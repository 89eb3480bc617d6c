//! `radsieve rules`: print a rulebook with its sources, find its mistakes.

use std::io::Write;
use std::path::{Path, PathBuf};

use anyhow::Context;
use serde_json::{Value, json};

use super::Exit;
use super::exit::UsageError;
use crate::layers::{INDICES, Index};
use crate::screening::health::LIMITS;
use crate::screening::{BUILTIN_TEXT, Rulebook, Surface, Test, Threshold, Way, builtin};
use crate::system::clean_text;

/// What was typed.
#[derive(Debug, clap::Args)]
pub struct Arguments {
    #[command(subcommand)]
    verb: Verb,
}

#[derive(Debug, clap::Subcommand)]
enum Verb {
    /// Print a rulebook: every test with threshold, source and note.
    Show {
        /// The rulebook; the built-in one where none is named.
        #[arg(value_name = "FILE", conflicts_with = "builtin")]
        file: Option<PathBuf>,
        /// The rulebook that comes with the program.
        #[arg(long)]
        builtin: bool,
        /// JSON in place of text.
        #[arg(long, conflicts_with = "toml")]
        json: bool,
        /// The text of the rulebook as it is, to begin one of your own from.
        #[arg(long)]
        toml: bool,
    },
    /// List the named indices, which every expression can use.
    Indices {
        /// JSON in place of text.
        #[arg(long)]
        json: bool,
    },
    /// Find all mistakes of a rulebook at once.
    Check {
        /// The rulebook.
        #[arg(value_name = "FILE")]
        file: PathBuf,
        /// JSON in place of text.
        #[arg(long)]
        json: bool,
    },
}

/// Runs the command.
pub fn run(arguments: Arguments) -> anyhow::Result<Exit> {
    let mut out = std::io::stdout().lock();
    match arguments.verb {
        Verb::Show { file, toml: true, .. } => {
            let text = match &file {
                Some(file) => text_of(file)?,
                None => BUILTIN_TEXT.to_owned(),
            };
            out.write_all(text.as_bytes())?;
            Ok(Exit::Done)
        }
        Verb::Show { file, json, .. } => {
            let rulebook = rulebook_or_builtin(file.as_deref())?;
            if json {
                writeln!(out, "{}", as_json(&rulebook))?;
            } else {
                write_text(&rulebook, &mut out)?;
            }
            Ok(Exit::Done)
        }
        Verb::Indices { json: true } => {
            let all: Vec<Value> = INDICES.iter().map(index_json).collect();
            writeln!(out, "{}", json!({ "schema": 1, "indices": all }))?;
            Ok(Exit::Done)
        }
        Verb::Indices { json: false } => {
            INDICES.iter().try_for_each(|index| write_index(index, &mut out))?;
            Ok(Exit::Done)
        }
        Verb::Check { file, json } => check(&file, json, &mut out),
    }
}

/// The rulebook of a file, or the built-in one.
///
/// # Errors
/// The file can't be read; or wrong usage, with all mistakes of the rulebook.
pub fn rulebook_or_builtin(file: Option<&Path>) -> anyhow::Result<Rulebook> {
    let parsed = match file {
        None => builtin(),
        Some(file) => Rulebook::parse(&text_of(file)?, &file.display().to_string()),
    };
    parsed.map_err(|error| UsageError(format!("the rulebook has mistakes\n{error}")).into())
}

fn text_of(file: &Path) -> anyhow::Result<String> {
    let context =
        || format!("cannot read the rulebook {}", clean_text(&file.display().to_string()));
    std::fs::read_to_string(file).with_context(context)
}

/// Mistakes are what the command was asked for, so they go to standard output.
fn check(file: &Path, json: bool, out: &mut dyn Write) -> anyhow::Result<Exit> {
    let name = file.display().to_string();
    let checked = Rulebook::parse(&text_of(file)?, &name);
    if json {
        let mistakes = checked.as_ref().err().map_or(&[][..], |error| &error.mistakes);
        let mistakes: Vec<Value> = mistakes
            .iter()
            .map(|one| json!({ "line": one.line, "key": one.key, "what": one.what }))
            .collect();
        writeln!(out, "{}", json!({ "schema": 1, "file": name, "mistakes": mistakes }))?;
    } else {
        match &checked {
            Ok(rulebook) => {
                let (tests, flags) = (rulebook.tests.len(), rulebook.flags().join(", "));
                writeln!(out, "{}: {tests} tests of {flags}; no mistakes", clean_text(&name))?;
            }
            Err(error) => writeln!(out, "{error}")?,
        }
    }
    Ok(if checked.is_ok() { Exit::Done } else { Exit::Usage })
}

fn write_text(rulebook: &Rulebook, out: &mut dyn Write) -> std::io::Result<()> {
    writeln!(out, "{} ({}): {}", rulebook.name, rulebook.fingerprint, rulebook.title)?;
    paragraph("", &rulebook.note, out)?;
    writeln!(out, "weights: {}", rulebook.calibration)?;
    writeln!(out, "doubtful from doubt {} on", rulebook.doubt_cut)?;
    writeln!(out, "assessed where tested: {}", rulebook.assess.join(", "))?;
    writeln!(out, "\nSurfaces, the first that holds:")?;
    for surface in &rulebook.surfaces {
        let places: Vec<&str> = surface.places.iter().map(|place| place.text()).collect();
        let place = match places.is_empty() {
            true => "everywhere else".to_owned(),
            false => places.join("; where the file lacks something: "),
        };
        writeln!(out, "  {}: {place}", surface.name)?;
        paragraph("    ", &surface.note, out)?;
    }
    writeln!(out, "\nDefinitions:")?;
    for definition in &rulebook.definitions {
        writeln!(out, "  {} = {}", definition.name, definition.expression.text())?;
        let usual = definition.usual.map(|(low, high)| {
            format!("usually {low} to {high} {}", definition.unit).trim_end().to_owned()
        });
        let usual = usual.unwrap_or_default();
        for line in [&usual, &definition.shows, &definition.fails, &definition.source] {
            paragraph("    ", line, out)?;
        }
    }
    writeln!(out, "\nTests:")?;
    rulebook.tests.iter().try_for_each(|test| write_test(rulebook, test, out))?;
    writeln!(out, "\nInstrument health and unusual spectra:")?;
    for kind in LIMITS {
        let unit = if kind.unit == "1" { "" } else { kind.unit };
        writeln!(out, "  {} = {} {unit}", kind.key, rulebook.health.value(kind))?;
        writeln!(out, "    {}", kind.meaning)?;
        writeln!(out, "      source: {}", kind.source)?;
    }
    Ok(())
}

fn write_index(index: &Index, out: &mut dyn Write) -> std::io::Result<()> {
    writeln!(out, "{} = {}", index.name, index.expression)?;
    let usual =
        index.usual.map_or_else(String::new, |_| format!("usually {}", index.usual_words()));
    paragraph("    ", &usual, out)?;
    writeln!(out, "    shows: {}\n    misleads: {}", index.shows, index.fails)?;
    writeln!(out, "    source: {}", index.source)
}

fn index_json(index: &Index) -> Value {
    json!({
        "name": index.name,
        "expression": index.expression,
        "unit": index.unit,
        "usual": index.usual,
        "shows": index.shows,
        "fails": index.fails,
        "source": index.source,
    })
}

fn paragraph(indent: &str, text: &str, out: &mut dyn Write) -> std::io::Result<()> {
    text.lines().try_for_each(|line| writeln!(out, "{indent}{}", clean_text(line)))
}

fn write_test(rulebook: &Rulebook, test: &Test, out: &mut dyn Write) -> std::io::Result<()> {
    let on: Vec<&str> = surfaces(rulebook, test).map(|surface| surface.name.as_str()).collect();
    writeln!(out, "  {}: {} ({}), on {}", test.name, test.flag, test.family, on.join(", "))?;
    if let Some(when) = &test.when {
        writeln!(out, "    applies where {}", when.text())?;
    }
    if let Some(when) = &test.halved_when {
        writeln!(out, "    half its voice where {}", when.text())?;
    }
    if test.against < 1.0 {
        writeln!(out, "    speaks against the flag with {} of its voice", test.against)?;
    }
    for (place, way) in test.ways.iter().enumerate() {
        let instead = if place > 0 { "else " } else { "" };
        let (text, symbol) = (way.expression.text(), way.sense.symbol());
        let limit = threshold(way);
        writeln!(out, "    {instead}{text} {symbol} {limit}, softness {}", way.softness)?;
        paragraph("      source: ", &way.source, out)?;
        paragraph("      ", &way.note, out)?;
    }
    Ok(())
}

fn surfaces<'r>(rulebook: &'r Rulebook, test: &'r Test) -> impl Iterator<Item = &'r Surface> {
    test.surfaces.iter().filter_map(|place| rulebook.surfaces.get(*place))
}

fn threshold(way: &Way) -> String {
    match &way.threshold {
        Threshold::Number(number) => number.to_string(),
        Threshold::Expression(expression) => expression.text().to_owned(),
        Threshold::Table(table) => {
            let over: Vec<&str> = table.over.iter().map(|over| over.text()).collect();
            format!("a table over {}", over.join(" and "))
        }
    }
}

fn as_json(rulebook: &Rulebook) -> Value {
    let surface = |surface: &Surface| {
        json!({
            "name": surface.name,
            "where": surface.places.iter().map(|place| place.text()).collect::<Vec<_>>(),
            "note": surface.note,
            "start": surface.start,
            "weights": surface.weights,
        })
    };
    let definitions = rulebook.definitions.iter().map(|definition| {
        json!({
            "name": definition.name,
            "expression": definition.expression.text(),
            "unit": definition.unit,
            "usual": definition.usual,
            "shows": definition.shows,
            "fails": definition.fails,
            "source": definition.source,
        })
    });
    let families = rulebook.families.iter();
    json!({
        "schema": 1,
        "name": rulebook.name,
        "title": rulebook.title,
        "note": rulebook.note,
        "calibration": rulebook.calibration,
        "doubt_cut": rulebook.doubt_cut,
        "assess": rulebook.assess,
        "fingerprint": rulebook.fingerprint,
        "surfaces": rulebook.surfaces.iter().map(surface).collect::<Vec<_>>(),
        "families": families
            .map(|family| json!({
                "name": family.name, "sees": family.sees, "optional": family.optional
            }))
            .collect::<Vec<_>>(),
        "definitions": definitions.collect::<Vec<_>>(),
        "health": LIMITS
            .iter()
            .map(|kind| json!({
                "limit": kind.key,
                "value": rulebook.health.value(kind),
                "unit": kind.unit,
                "meaning": kind.meaning,
                "source": kind.source,
            }))
            .collect::<Vec<_>>(),
        "tests": rulebook.tests.iter().map(|test| test_json(rulebook, test)).collect::<Vec<_>>(),
    })
}

fn test_json(rulebook: &Rulebook, test: &Test) -> Value {
    json!({
        "name": test.name,
        "family": test.family,
        "flag": test.flag,
        "on": surfaces(rulebook, test).map(|surface| &surface.name).collect::<Vec<_>>(),
        "when": test.when.as_ref().map(|when| when.text()),
        "halved_when": test.halved_when.as_ref().map(|when| when.text()),
        "against": test.against,
        "ways": test.ways.iter().map(way_json).collect::<Vec<_>>(),
    })
}

fn way_json(way: &Way) -> Value {
    let threshold = match &way.threshold {
        Threshold::Number(number) => json!(number),
        Threshold::Expression(expression) => json!(expression.text()),
        Threshold::Table(table) => json!({
            "over": table.over.iter().map(|over| over.text()).collect::<Vec<_>>(),
            "at": table.at,
            "values": table.values,
        }),
    };
    json!({
        "expression": way.expression.text(),
        "sense": way.sense.word(),
        "threshold": threshold,
        "softness": way.softness,
        "source": way.source,
        "note": way.note,
    })
}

**Exercise details**
Search the entries for the word "places" and show every line that has it.

**Output of the task**
        let places: Vec<&str> = surface.places.iter().map(|place| place.text()).collect();
        let place = match places.is_empty() {
            false => places.join("; where the file lacks something: "),
            "where": surface.places.iter().map(|place| place.text()).collect::<Vec<_>>(),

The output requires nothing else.